BRIEF | Look through the entries below and extract exactly the lines from the one containing "contract: nothing outside" through the one containing "a broken picture", ends included.

[Data items]
---+---

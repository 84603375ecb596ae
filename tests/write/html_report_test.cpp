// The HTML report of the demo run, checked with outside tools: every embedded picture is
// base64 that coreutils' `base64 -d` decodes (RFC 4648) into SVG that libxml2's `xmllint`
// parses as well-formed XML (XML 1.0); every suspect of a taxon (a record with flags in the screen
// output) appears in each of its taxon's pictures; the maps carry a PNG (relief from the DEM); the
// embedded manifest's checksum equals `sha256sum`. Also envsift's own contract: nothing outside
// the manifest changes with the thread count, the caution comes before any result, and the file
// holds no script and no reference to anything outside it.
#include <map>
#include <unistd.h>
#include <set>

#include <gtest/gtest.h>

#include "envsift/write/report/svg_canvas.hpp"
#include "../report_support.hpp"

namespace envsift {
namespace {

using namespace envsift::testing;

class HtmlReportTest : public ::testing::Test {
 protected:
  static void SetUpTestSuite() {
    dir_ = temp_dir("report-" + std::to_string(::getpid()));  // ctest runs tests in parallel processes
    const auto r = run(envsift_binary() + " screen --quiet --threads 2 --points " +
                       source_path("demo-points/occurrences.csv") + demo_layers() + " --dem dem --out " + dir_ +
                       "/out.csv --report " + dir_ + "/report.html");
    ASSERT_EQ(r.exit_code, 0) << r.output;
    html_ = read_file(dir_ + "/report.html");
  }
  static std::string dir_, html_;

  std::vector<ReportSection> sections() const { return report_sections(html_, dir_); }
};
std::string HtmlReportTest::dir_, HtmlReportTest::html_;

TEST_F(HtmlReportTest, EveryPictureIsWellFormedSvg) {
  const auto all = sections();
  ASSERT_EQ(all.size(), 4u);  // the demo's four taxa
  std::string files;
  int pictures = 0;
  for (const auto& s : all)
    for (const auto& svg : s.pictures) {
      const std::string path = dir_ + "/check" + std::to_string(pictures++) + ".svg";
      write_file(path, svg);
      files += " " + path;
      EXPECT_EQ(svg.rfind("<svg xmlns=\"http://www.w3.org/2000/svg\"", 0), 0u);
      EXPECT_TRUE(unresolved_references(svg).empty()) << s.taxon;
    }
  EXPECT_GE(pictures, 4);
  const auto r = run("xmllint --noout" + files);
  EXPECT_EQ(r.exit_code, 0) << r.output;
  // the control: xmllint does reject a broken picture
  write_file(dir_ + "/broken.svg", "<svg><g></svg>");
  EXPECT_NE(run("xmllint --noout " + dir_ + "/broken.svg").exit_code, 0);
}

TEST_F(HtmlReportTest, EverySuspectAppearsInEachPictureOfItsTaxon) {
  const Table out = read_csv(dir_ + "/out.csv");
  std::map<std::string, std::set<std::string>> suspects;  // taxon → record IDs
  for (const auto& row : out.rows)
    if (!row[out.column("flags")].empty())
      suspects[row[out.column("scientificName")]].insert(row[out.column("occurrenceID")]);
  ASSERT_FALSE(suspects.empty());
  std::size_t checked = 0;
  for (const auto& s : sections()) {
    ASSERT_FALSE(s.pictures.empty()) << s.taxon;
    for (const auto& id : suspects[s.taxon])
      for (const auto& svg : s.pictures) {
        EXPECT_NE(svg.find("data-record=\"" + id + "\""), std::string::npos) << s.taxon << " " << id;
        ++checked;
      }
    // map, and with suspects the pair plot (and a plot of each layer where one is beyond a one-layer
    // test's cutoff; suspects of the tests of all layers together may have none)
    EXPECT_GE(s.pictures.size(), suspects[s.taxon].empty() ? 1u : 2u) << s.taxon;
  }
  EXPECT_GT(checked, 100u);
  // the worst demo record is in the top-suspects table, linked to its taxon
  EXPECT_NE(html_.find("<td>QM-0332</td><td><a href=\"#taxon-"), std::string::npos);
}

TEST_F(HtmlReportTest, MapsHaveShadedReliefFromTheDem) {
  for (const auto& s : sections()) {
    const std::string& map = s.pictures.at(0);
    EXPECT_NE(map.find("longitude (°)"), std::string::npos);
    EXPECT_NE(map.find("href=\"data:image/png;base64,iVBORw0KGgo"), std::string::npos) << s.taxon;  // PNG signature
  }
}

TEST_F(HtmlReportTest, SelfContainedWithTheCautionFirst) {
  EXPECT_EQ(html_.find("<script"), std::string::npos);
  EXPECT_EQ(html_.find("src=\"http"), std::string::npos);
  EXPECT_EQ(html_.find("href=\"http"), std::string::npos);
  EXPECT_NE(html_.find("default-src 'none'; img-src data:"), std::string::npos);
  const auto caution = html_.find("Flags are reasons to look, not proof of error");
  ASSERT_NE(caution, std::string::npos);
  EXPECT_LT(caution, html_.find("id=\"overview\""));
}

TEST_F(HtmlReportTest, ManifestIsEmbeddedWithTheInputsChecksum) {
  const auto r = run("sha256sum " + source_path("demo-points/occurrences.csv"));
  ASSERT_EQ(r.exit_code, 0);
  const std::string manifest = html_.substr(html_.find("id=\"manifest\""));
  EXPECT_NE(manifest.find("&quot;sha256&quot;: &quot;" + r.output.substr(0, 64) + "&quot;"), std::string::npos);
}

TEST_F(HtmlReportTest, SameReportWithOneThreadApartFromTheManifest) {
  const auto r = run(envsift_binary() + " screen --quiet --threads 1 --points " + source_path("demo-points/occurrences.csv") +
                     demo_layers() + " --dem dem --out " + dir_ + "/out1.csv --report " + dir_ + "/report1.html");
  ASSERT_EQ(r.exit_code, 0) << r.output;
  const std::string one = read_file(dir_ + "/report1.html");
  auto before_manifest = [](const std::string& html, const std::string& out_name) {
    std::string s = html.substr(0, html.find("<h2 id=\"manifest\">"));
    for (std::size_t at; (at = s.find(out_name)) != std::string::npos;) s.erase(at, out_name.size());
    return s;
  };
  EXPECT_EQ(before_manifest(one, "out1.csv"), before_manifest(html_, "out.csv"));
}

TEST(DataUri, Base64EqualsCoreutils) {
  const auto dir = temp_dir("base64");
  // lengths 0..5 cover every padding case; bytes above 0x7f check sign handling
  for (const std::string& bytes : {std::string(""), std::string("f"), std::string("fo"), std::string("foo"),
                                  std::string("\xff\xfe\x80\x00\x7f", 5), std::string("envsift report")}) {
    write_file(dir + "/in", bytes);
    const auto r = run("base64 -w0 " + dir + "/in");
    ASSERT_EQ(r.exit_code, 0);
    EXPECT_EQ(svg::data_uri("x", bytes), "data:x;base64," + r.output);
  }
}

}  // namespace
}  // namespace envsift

---+---

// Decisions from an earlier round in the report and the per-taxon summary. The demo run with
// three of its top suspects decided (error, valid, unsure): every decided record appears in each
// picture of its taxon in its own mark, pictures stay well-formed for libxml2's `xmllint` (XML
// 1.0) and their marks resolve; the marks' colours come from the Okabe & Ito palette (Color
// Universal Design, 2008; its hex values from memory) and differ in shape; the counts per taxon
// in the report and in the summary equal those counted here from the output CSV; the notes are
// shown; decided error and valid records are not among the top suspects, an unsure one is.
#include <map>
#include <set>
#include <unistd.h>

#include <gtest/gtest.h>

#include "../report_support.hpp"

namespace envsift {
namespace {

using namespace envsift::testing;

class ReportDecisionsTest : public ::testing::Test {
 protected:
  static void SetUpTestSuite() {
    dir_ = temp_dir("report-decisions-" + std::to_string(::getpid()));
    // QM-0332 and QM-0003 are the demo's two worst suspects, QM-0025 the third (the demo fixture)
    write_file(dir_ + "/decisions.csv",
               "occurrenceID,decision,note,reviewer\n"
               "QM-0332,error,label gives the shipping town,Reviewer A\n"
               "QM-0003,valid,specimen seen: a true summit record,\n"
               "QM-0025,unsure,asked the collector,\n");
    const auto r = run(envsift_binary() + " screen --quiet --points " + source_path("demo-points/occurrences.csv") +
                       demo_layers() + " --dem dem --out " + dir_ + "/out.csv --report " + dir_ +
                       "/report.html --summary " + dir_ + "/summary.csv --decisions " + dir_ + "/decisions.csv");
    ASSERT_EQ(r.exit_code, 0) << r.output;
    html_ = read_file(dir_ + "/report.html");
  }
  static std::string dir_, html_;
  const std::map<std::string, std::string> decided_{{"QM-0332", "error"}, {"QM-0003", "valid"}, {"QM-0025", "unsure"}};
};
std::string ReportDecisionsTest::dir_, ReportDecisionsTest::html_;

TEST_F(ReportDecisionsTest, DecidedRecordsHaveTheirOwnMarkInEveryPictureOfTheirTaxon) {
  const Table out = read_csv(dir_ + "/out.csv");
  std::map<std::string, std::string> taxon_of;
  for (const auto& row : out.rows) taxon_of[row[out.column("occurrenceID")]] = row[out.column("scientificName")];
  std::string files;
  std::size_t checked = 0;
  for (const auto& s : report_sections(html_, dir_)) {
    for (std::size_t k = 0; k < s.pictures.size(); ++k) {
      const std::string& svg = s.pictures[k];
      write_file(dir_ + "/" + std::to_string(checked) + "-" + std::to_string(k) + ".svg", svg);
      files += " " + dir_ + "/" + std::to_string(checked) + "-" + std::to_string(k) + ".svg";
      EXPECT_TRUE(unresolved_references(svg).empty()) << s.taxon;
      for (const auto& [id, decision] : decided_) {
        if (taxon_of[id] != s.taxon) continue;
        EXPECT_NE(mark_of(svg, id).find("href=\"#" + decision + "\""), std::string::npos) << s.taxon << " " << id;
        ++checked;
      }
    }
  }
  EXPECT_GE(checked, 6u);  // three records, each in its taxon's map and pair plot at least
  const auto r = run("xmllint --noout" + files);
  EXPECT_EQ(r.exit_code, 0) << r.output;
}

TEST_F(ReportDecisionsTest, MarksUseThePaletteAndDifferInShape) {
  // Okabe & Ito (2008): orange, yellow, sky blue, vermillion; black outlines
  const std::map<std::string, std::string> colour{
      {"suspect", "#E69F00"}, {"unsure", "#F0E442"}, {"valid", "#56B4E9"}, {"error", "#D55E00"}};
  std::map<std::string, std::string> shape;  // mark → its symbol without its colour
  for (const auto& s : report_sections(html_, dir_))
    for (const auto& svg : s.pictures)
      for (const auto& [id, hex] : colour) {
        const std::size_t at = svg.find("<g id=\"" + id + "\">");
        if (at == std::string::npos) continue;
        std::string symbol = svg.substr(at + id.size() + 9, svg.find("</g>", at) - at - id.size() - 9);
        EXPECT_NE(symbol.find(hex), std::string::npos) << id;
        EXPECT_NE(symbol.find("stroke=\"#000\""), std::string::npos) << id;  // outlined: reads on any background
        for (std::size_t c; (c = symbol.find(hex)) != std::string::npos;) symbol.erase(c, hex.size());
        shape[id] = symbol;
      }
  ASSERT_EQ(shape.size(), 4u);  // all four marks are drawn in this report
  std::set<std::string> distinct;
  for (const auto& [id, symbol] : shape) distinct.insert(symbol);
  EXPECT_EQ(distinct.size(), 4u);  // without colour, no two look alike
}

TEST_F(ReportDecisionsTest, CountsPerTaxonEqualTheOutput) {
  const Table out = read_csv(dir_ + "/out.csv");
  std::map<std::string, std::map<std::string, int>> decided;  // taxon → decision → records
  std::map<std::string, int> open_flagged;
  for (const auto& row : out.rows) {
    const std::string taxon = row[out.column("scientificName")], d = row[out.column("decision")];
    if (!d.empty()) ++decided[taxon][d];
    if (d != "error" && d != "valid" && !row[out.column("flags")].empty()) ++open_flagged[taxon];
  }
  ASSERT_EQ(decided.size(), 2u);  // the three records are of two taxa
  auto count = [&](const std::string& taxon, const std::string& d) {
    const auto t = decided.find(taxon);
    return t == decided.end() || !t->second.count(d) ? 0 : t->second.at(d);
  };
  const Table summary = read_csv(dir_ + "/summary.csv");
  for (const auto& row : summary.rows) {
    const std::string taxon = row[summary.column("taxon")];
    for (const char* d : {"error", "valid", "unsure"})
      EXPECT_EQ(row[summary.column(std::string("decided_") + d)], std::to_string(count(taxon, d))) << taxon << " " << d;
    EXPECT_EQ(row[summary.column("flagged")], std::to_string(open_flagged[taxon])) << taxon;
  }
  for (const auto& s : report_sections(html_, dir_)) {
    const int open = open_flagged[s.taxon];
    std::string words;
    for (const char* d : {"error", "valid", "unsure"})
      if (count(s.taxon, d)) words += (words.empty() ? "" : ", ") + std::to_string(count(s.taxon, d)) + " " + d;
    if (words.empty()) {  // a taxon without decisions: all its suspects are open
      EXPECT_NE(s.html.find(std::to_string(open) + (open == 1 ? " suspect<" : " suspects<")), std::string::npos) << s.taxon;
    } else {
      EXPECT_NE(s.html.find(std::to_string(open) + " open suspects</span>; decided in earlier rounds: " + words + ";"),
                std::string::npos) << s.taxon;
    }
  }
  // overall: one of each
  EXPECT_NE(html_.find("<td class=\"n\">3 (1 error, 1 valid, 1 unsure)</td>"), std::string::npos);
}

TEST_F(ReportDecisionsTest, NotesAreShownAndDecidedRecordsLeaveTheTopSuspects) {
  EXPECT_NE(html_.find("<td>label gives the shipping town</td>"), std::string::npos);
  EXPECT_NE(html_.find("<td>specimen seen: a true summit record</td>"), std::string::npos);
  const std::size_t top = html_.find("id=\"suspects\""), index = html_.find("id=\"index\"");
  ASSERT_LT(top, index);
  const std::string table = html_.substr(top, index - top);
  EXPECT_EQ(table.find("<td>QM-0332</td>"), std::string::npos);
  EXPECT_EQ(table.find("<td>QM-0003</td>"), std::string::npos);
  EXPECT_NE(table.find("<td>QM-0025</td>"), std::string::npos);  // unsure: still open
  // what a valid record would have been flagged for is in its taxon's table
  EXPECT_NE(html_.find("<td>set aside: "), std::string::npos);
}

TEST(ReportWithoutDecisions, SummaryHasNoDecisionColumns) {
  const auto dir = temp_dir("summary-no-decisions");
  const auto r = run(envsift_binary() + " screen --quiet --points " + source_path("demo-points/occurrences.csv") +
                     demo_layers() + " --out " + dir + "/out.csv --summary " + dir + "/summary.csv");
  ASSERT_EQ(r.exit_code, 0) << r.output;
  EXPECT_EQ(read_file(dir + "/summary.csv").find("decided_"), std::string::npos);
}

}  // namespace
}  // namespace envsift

---+---

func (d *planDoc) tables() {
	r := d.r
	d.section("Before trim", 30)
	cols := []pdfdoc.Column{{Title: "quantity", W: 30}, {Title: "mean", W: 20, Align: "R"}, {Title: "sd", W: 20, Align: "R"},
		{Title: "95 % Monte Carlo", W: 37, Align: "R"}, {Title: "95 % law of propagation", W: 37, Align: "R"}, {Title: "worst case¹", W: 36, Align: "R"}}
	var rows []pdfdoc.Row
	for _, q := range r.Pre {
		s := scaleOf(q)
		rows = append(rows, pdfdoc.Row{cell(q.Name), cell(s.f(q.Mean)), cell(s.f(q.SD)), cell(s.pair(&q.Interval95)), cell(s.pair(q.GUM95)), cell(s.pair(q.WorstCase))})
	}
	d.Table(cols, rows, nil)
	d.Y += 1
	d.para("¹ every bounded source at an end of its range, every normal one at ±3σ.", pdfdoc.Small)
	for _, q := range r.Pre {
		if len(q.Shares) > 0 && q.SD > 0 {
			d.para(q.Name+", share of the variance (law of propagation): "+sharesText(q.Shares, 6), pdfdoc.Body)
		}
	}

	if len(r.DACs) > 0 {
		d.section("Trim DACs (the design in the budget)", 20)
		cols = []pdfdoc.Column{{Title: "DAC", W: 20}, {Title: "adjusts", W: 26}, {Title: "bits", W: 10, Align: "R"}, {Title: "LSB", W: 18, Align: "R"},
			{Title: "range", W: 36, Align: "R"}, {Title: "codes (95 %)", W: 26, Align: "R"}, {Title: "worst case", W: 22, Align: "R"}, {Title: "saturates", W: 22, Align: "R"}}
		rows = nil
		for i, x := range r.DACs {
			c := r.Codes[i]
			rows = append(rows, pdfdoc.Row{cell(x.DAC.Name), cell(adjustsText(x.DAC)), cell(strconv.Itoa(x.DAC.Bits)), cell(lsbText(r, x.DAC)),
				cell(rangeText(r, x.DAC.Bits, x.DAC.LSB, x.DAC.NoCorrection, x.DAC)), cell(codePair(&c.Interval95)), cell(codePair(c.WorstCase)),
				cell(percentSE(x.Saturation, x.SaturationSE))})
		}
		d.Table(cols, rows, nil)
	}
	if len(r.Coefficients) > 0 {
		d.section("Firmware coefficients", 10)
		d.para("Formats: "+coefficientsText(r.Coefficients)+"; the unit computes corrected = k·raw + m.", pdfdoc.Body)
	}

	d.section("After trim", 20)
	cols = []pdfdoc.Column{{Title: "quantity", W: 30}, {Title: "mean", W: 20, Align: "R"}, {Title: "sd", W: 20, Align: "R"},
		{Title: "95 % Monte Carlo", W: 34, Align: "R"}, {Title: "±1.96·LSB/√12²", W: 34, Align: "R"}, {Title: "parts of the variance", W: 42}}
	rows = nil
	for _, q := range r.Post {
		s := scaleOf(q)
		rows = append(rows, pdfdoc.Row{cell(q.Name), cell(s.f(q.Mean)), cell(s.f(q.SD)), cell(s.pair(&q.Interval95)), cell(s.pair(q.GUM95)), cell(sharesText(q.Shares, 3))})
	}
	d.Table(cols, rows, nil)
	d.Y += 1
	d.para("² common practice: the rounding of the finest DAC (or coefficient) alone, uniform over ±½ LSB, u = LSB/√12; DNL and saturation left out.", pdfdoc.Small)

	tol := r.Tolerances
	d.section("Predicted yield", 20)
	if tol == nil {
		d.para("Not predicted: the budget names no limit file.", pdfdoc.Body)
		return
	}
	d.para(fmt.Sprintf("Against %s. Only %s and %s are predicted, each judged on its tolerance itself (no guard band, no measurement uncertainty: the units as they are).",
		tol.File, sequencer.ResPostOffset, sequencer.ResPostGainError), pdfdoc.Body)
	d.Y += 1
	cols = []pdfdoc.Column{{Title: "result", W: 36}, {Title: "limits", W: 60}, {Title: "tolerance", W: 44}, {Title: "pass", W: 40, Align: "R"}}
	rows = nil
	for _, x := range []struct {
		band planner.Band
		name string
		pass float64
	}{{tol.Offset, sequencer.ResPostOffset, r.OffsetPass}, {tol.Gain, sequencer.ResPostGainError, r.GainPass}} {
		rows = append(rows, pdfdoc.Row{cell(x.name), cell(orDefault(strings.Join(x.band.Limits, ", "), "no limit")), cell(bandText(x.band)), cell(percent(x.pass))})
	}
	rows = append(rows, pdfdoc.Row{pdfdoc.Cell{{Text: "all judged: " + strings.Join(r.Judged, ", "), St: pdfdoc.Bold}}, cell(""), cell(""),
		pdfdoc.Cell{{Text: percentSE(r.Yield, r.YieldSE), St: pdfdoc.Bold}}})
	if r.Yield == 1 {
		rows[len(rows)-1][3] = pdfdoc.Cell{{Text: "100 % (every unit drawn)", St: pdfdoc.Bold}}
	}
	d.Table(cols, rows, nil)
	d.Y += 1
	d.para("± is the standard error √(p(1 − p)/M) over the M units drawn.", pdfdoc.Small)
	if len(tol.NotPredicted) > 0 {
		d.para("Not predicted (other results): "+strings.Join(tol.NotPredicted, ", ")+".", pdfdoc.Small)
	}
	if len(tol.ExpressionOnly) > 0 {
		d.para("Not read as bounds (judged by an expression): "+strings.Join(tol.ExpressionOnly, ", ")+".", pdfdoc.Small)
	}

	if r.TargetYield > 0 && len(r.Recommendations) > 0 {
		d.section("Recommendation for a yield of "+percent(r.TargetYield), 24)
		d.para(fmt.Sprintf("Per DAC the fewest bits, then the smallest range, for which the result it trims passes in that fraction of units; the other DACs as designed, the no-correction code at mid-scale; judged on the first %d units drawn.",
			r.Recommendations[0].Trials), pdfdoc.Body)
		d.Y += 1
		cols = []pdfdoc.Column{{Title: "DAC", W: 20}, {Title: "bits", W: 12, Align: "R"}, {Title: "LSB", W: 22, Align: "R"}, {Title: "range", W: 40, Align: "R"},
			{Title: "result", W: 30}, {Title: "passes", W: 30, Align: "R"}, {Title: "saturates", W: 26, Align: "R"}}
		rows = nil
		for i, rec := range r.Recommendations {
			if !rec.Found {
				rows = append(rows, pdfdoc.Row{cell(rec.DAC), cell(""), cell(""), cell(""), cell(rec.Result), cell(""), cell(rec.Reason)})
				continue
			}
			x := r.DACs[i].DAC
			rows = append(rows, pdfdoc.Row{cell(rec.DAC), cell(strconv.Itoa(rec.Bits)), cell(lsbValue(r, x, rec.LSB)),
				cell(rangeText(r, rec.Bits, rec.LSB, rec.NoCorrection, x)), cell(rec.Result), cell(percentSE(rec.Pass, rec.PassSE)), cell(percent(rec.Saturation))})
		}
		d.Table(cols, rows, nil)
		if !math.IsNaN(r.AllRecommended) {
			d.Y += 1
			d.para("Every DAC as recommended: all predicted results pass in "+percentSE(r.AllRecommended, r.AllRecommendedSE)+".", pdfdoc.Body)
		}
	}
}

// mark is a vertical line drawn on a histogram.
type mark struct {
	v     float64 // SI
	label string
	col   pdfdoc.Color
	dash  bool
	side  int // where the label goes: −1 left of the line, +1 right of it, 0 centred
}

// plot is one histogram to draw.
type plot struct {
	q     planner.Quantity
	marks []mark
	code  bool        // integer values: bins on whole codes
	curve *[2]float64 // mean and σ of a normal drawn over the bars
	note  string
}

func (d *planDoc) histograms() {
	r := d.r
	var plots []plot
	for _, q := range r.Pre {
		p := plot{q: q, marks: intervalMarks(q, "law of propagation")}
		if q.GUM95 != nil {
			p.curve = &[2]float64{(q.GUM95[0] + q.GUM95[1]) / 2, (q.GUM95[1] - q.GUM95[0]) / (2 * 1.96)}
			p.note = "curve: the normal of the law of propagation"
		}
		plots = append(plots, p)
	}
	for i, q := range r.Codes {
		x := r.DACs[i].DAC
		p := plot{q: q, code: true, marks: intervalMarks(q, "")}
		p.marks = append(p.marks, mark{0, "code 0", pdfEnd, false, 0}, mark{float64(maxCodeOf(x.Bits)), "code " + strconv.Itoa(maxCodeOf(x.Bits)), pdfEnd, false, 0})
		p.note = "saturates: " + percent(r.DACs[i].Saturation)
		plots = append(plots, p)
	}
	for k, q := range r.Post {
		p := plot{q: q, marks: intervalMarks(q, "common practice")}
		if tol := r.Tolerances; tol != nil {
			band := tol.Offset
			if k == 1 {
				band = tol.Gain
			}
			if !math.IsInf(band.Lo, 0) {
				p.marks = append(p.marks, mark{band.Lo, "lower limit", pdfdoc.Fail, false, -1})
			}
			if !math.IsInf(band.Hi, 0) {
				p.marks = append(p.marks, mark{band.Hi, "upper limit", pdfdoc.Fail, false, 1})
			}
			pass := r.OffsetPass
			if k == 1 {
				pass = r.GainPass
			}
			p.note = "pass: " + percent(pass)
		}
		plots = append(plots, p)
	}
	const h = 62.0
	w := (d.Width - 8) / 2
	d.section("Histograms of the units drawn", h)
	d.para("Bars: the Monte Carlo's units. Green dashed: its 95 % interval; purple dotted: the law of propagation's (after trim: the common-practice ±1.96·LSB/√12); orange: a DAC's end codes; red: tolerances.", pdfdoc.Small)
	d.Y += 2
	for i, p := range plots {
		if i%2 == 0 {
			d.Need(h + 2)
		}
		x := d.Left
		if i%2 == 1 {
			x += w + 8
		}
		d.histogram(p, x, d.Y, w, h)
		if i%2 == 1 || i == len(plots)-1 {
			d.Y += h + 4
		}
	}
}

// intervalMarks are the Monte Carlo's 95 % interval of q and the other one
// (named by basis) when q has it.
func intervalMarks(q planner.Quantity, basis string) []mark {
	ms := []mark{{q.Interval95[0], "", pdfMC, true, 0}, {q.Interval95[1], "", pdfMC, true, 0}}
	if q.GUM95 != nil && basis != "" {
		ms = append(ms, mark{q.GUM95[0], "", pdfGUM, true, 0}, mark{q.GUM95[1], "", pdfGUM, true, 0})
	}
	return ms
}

---+---

ANSWER BOX |
// embedded manifest's checksum equals `sha256sum`. Also envsift's own contract: nothing outside
// the manifest changes with the thread count, the caution comes before any result, and the file
// holds no script and no reference to anything outside it.
#include <map>
#include <unistd.h>
#include <set>

#include <gtest/gtest.h>

#include "envsift/write/report/svg_canvas.hpp"
#include "../report_support.hpp"

namespace envsift {
namespace {

using namespace envsift::testing;

class HtmlReportTest : public ::testing::Test {
 protected:
  static void SetUpTestSuite() {
    dir_ = temp_dir("report-" + std::to_string(::getpid()));  // ctest runs tests in parallel processes
    const auto r = run(envsift_binary() + " screen --quiet --threads 2 --points " +
                       source_path("demo-points/occurrences.csv") + demo_layers() + " --dem dem --out " + dir_ +
                       "/out.csv --report " + dir_ + "/report.html");
    ASSERT_EQ(r.exit_code, 0) << r.output;
    html_ = read_file(dir_ + "/report.html");
  }
  static std::string dir_, html_;

  std::vector<ReportSection> sections() const { return report_sections(html_, dir_); }
};
std::string HtmlReportTest::dir_, HtmlReportTest::html_;

TEST_F(HtmlReportTest, EveryPictureIsWellFormedSvg) {
  const auto all = sections();
  ASSERT_EQ(all.size(), 4u);  // the demo's four taxa
  std::string files;
  int pictures = 0;
  for (const auto& s : all)
    for (const auto& svg : s.pictures) {
      const std::string path = dir_ + "/check" + std::to_string(pictures++) + ".svg";
      write_file(path, svg);
      files += " " + path;
      EXPECT_EQ(svg.rfind("<svg xmlns=\"http://www.w3.org/2000/svg\"", 0), 0u);
      EXPECT_TRUE(unresolved_references(svg).empty()) << s.taxon;
    }
  EXPECT_GE(pictures, 4);
  const auto r = run("xmllint --noout" + files);
  EXPECT_EQ(r.exit_code, 0) << r.output;
  // the control: xmllint does reject a broken picture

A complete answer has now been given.